Work task: Starting at the line with "await page.waitForFunction((count) =>" and going on through the line with "await page.waitForTimeout(200);", reproduce each line in the records below exactly and nothing more.
Supplied entries START
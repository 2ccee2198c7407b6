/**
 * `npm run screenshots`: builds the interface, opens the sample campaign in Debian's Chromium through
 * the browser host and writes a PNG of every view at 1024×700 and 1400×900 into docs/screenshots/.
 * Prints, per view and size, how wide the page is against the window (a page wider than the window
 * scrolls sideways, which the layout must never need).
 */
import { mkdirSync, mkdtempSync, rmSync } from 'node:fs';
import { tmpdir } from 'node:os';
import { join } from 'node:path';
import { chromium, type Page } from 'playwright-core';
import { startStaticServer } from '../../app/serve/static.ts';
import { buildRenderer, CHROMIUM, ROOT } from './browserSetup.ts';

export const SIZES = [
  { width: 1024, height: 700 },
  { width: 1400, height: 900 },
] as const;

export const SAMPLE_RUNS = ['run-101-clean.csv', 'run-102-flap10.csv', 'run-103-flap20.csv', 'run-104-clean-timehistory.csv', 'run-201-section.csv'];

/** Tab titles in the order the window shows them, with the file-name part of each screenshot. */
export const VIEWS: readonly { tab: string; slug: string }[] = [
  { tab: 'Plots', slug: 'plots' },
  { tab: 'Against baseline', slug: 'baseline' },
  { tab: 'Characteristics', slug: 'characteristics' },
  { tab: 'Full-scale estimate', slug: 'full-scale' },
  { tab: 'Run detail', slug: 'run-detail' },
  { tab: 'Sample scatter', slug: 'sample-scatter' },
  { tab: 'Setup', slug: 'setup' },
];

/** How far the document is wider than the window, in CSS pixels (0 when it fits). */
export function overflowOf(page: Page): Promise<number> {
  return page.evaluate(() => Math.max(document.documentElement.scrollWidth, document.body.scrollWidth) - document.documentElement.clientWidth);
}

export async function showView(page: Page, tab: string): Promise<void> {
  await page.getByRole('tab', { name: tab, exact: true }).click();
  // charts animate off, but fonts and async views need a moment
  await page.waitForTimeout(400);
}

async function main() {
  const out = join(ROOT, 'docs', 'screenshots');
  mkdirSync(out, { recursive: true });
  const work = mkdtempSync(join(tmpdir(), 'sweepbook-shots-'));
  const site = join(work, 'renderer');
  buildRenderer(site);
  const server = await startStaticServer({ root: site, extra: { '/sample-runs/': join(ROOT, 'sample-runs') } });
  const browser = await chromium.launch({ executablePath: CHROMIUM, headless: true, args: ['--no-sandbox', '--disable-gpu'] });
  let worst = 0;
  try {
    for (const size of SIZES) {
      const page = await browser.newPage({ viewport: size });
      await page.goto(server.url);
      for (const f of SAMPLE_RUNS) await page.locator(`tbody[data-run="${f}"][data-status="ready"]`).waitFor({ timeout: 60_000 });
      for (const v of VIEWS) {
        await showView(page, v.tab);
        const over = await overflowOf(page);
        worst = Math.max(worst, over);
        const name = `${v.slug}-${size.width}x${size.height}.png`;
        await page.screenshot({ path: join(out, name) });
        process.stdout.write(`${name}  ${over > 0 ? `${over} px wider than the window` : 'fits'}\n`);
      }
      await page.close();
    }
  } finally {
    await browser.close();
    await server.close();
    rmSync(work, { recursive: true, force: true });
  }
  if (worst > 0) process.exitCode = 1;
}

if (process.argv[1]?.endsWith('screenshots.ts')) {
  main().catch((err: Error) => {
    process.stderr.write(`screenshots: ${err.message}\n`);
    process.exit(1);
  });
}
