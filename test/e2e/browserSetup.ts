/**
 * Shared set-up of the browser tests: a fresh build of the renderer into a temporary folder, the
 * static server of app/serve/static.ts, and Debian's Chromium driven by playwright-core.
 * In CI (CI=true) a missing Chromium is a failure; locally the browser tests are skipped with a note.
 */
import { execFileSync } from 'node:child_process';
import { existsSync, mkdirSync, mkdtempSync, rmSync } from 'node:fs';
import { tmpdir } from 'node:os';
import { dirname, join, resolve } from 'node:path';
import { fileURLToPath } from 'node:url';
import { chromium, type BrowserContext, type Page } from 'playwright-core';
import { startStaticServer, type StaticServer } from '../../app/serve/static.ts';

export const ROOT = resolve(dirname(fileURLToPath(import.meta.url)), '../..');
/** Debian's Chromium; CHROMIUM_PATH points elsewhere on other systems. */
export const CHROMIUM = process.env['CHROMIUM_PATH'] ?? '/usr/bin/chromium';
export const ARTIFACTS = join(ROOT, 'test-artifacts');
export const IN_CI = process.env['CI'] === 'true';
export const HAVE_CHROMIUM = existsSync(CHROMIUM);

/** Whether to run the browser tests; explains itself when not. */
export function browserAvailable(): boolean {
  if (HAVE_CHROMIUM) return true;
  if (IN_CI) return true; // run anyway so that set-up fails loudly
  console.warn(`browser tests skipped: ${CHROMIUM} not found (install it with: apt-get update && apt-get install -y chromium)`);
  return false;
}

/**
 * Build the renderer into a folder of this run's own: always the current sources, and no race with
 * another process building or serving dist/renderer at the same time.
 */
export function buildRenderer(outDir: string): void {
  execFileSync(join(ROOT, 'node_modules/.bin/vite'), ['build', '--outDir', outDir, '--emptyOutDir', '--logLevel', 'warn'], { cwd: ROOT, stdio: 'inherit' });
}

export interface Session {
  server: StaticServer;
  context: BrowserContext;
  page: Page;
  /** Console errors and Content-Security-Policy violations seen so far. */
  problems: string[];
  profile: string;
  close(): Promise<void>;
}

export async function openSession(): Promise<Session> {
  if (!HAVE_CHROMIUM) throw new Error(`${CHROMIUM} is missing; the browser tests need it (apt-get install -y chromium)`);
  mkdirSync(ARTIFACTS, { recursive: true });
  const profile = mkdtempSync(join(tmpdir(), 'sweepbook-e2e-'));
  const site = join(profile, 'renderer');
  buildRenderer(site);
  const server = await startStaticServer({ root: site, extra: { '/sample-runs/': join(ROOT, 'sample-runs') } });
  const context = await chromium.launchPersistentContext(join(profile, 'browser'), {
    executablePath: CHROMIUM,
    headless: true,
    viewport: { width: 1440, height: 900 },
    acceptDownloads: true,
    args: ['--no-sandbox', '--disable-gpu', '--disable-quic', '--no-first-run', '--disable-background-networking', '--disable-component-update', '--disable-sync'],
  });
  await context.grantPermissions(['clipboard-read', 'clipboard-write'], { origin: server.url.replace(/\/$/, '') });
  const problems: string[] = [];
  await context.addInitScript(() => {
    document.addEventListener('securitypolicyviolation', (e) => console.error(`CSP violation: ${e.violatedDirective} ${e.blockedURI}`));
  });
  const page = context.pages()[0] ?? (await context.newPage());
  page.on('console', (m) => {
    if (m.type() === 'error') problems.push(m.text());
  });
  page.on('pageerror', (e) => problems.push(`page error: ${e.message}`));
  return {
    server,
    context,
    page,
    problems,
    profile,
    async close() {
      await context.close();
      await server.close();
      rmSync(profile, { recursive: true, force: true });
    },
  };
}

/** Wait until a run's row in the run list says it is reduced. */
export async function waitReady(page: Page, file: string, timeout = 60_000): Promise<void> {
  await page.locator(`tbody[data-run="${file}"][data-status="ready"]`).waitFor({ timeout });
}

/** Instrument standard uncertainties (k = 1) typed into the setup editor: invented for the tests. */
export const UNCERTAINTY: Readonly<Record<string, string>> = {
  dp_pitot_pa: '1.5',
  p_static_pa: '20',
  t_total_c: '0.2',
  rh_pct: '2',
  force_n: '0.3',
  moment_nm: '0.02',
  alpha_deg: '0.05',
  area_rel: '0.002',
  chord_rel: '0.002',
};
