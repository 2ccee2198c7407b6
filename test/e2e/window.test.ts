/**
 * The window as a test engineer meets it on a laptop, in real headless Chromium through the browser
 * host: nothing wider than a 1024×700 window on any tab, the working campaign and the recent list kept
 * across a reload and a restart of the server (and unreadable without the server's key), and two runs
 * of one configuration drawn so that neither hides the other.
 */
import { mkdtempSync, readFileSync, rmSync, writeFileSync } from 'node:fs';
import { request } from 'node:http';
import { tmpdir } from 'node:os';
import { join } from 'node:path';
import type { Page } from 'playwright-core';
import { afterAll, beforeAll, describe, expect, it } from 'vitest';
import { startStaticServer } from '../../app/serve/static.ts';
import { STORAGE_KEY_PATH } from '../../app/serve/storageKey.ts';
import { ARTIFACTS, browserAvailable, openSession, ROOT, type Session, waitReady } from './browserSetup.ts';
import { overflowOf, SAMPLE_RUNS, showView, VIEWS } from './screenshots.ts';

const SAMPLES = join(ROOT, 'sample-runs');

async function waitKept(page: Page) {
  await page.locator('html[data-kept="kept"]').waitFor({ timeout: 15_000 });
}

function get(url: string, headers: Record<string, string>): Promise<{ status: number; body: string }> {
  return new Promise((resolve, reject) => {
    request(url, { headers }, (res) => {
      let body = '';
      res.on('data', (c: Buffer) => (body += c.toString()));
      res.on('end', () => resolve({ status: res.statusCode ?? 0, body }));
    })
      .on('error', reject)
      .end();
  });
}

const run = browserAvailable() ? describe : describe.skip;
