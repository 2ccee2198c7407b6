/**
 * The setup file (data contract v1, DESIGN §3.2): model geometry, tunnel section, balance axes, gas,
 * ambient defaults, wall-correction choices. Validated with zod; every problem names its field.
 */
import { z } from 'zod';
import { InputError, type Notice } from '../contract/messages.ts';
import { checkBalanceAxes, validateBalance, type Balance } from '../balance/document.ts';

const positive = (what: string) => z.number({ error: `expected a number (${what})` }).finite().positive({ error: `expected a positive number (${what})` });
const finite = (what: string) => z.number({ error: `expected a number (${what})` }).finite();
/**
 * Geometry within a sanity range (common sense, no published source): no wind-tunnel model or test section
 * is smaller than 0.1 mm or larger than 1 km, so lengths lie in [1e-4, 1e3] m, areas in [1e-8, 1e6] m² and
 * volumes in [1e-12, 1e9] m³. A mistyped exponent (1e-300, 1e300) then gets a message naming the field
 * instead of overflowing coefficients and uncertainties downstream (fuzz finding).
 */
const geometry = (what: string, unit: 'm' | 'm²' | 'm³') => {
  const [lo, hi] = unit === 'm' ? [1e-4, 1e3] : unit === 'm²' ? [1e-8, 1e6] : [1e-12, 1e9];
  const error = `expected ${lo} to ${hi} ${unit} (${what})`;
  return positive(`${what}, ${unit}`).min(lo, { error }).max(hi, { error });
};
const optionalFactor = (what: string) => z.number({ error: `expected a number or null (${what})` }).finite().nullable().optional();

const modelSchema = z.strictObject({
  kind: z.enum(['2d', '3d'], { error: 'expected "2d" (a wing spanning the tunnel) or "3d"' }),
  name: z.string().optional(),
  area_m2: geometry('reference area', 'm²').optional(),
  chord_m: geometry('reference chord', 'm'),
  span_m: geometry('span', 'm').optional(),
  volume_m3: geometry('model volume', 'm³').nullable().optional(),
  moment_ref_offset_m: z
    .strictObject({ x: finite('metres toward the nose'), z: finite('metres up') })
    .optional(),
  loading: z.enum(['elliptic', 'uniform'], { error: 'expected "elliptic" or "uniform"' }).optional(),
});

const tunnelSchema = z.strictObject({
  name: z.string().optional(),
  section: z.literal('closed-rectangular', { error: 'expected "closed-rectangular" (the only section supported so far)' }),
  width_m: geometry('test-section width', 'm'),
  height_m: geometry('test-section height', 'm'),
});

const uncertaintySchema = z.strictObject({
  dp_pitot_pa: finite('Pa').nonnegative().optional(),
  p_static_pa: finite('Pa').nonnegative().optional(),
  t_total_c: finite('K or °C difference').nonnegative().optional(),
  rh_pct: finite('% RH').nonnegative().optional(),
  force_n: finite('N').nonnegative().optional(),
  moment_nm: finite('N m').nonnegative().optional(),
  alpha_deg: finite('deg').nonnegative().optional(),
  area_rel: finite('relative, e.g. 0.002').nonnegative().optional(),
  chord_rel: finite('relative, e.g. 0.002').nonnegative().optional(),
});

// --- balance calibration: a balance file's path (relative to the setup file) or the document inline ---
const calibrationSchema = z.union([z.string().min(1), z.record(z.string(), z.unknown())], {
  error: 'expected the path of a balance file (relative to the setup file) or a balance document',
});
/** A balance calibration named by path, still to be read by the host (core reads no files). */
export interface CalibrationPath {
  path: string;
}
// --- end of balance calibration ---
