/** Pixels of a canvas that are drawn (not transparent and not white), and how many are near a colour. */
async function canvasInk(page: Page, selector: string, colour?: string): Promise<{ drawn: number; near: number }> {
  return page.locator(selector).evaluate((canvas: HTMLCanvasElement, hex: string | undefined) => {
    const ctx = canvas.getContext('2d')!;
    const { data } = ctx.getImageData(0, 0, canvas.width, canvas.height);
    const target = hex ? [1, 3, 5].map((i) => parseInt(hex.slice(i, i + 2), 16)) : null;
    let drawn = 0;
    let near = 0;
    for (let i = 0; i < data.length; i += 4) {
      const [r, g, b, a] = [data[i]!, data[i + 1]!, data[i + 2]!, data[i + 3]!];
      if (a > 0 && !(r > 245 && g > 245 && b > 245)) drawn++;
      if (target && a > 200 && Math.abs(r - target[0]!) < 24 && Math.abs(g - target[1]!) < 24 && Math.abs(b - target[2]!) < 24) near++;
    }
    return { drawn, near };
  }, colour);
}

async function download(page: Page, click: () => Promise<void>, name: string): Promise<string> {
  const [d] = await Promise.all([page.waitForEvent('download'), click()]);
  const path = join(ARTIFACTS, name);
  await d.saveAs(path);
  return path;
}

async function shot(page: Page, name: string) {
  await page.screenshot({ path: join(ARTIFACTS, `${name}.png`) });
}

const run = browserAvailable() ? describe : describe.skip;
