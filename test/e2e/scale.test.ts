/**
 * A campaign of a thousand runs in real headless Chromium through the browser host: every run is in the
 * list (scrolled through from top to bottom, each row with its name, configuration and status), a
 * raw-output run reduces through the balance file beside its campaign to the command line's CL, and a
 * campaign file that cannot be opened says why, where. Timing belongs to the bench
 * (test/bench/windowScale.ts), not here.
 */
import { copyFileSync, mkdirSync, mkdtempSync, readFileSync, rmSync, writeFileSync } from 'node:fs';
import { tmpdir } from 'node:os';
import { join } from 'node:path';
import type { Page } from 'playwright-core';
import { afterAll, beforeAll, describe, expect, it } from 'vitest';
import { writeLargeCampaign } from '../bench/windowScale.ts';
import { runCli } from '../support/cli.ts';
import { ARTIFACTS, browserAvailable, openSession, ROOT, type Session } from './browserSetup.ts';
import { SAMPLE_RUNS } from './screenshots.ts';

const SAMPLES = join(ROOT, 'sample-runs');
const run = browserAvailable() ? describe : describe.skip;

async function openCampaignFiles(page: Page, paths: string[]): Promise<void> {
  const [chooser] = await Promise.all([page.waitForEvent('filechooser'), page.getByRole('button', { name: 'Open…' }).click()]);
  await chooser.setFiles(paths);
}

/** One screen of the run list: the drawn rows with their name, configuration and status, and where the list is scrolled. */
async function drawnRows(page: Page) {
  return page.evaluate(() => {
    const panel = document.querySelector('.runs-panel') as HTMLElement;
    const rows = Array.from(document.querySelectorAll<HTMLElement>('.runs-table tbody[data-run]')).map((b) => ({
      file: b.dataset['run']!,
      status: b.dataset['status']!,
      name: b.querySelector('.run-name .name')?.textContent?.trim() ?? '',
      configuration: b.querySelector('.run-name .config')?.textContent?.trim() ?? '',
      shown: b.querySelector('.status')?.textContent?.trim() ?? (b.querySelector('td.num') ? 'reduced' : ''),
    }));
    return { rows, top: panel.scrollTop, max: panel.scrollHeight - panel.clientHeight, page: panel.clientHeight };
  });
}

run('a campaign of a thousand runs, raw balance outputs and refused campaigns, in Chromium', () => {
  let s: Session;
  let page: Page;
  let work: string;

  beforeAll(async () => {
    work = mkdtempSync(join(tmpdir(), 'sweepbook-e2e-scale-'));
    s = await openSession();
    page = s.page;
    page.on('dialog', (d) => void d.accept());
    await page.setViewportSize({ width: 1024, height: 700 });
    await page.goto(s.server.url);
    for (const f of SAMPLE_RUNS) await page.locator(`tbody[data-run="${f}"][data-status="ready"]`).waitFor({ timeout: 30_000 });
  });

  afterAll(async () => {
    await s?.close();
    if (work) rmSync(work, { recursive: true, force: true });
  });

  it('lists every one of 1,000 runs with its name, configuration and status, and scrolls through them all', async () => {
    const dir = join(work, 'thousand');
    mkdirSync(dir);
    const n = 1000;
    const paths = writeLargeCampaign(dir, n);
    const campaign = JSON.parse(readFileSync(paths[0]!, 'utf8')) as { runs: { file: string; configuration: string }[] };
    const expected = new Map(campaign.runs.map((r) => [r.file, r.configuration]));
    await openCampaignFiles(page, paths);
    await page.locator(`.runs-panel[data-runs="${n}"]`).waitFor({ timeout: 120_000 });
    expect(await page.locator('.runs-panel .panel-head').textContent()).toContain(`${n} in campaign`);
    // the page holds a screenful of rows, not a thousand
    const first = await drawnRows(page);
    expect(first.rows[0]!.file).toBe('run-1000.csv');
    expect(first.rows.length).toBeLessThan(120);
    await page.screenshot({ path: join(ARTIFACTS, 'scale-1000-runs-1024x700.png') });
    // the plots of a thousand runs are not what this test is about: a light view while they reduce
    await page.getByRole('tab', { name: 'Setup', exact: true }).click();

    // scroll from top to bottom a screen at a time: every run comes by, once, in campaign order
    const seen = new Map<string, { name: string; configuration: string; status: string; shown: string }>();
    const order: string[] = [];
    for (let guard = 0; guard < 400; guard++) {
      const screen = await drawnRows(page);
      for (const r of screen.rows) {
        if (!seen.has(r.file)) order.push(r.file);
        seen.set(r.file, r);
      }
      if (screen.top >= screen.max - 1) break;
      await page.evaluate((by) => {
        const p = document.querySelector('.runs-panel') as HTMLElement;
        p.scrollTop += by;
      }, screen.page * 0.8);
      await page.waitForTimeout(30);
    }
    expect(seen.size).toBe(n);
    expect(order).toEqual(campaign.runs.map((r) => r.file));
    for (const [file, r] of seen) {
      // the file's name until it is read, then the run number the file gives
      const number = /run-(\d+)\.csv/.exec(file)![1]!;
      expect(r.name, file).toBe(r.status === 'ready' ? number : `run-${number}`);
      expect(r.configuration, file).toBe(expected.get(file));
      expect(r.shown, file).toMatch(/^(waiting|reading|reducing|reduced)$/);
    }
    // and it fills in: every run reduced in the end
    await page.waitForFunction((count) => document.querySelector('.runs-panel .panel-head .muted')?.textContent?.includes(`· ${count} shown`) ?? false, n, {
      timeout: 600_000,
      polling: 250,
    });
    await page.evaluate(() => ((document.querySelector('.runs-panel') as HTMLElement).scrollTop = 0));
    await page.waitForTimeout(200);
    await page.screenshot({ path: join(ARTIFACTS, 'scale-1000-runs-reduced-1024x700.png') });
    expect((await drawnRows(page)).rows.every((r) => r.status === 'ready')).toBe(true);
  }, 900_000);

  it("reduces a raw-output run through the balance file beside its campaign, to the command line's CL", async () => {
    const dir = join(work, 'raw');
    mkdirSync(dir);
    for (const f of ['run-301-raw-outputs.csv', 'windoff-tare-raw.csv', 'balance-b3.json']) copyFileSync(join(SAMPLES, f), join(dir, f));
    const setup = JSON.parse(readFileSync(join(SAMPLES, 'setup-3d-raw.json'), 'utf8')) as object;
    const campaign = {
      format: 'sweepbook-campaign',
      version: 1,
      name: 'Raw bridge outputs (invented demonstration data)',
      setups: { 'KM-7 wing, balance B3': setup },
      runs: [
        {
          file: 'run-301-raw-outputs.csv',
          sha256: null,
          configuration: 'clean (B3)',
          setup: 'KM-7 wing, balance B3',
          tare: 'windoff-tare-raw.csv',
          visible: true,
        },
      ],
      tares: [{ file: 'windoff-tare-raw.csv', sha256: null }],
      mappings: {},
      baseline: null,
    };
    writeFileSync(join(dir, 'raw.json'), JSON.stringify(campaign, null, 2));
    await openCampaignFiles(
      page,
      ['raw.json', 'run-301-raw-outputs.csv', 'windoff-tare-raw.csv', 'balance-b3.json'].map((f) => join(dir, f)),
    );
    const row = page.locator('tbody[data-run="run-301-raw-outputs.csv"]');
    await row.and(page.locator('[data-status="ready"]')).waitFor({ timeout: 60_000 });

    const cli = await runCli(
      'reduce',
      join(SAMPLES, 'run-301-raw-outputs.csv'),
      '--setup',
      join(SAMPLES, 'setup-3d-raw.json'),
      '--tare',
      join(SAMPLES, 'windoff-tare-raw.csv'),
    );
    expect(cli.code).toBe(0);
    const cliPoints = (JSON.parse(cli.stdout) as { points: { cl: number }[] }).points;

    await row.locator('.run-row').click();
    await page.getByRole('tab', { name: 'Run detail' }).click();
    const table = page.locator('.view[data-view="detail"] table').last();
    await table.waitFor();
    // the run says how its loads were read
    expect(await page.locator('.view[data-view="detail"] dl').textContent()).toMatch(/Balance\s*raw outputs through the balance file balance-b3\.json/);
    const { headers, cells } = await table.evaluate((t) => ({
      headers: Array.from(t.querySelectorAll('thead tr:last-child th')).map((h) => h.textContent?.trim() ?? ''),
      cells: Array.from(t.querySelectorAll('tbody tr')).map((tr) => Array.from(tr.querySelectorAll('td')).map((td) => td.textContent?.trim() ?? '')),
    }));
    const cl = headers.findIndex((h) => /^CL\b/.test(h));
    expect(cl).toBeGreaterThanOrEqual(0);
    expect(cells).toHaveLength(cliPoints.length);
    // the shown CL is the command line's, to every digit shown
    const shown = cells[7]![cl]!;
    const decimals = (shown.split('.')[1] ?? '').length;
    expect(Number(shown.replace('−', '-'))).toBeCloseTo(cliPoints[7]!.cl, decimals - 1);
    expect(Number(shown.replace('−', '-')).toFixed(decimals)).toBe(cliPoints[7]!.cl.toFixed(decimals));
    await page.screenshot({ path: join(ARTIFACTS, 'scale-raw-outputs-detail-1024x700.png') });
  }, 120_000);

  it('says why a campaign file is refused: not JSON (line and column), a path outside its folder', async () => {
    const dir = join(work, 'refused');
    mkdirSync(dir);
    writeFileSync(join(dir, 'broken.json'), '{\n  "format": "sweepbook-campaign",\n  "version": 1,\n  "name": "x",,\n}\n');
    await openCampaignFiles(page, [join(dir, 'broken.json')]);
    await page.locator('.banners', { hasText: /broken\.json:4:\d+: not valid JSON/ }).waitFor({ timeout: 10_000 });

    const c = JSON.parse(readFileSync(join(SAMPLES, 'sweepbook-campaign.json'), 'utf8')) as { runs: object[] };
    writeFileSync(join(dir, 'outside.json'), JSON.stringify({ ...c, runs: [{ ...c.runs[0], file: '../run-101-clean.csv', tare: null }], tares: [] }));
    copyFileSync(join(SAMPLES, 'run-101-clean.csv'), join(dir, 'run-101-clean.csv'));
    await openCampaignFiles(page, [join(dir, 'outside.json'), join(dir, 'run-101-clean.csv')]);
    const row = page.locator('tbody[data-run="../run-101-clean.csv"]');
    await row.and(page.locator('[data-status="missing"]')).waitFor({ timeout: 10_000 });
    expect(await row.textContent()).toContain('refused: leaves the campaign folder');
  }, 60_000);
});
Supplied entries END
Result of the task:
    await page.waitForFunction((count) => document.querySelector('.runs-panel .panel-head .muted')?.textContent?.includes(`· ${count} shown`) ?? false, n, {
      timeout: 600_000,
      polling: 250,
    });
    await page.evaluate(() => ((document.querySelector('.runs-panel') as HTMLElement).scrollTop = 0));
    await page.waitForTimeout(200);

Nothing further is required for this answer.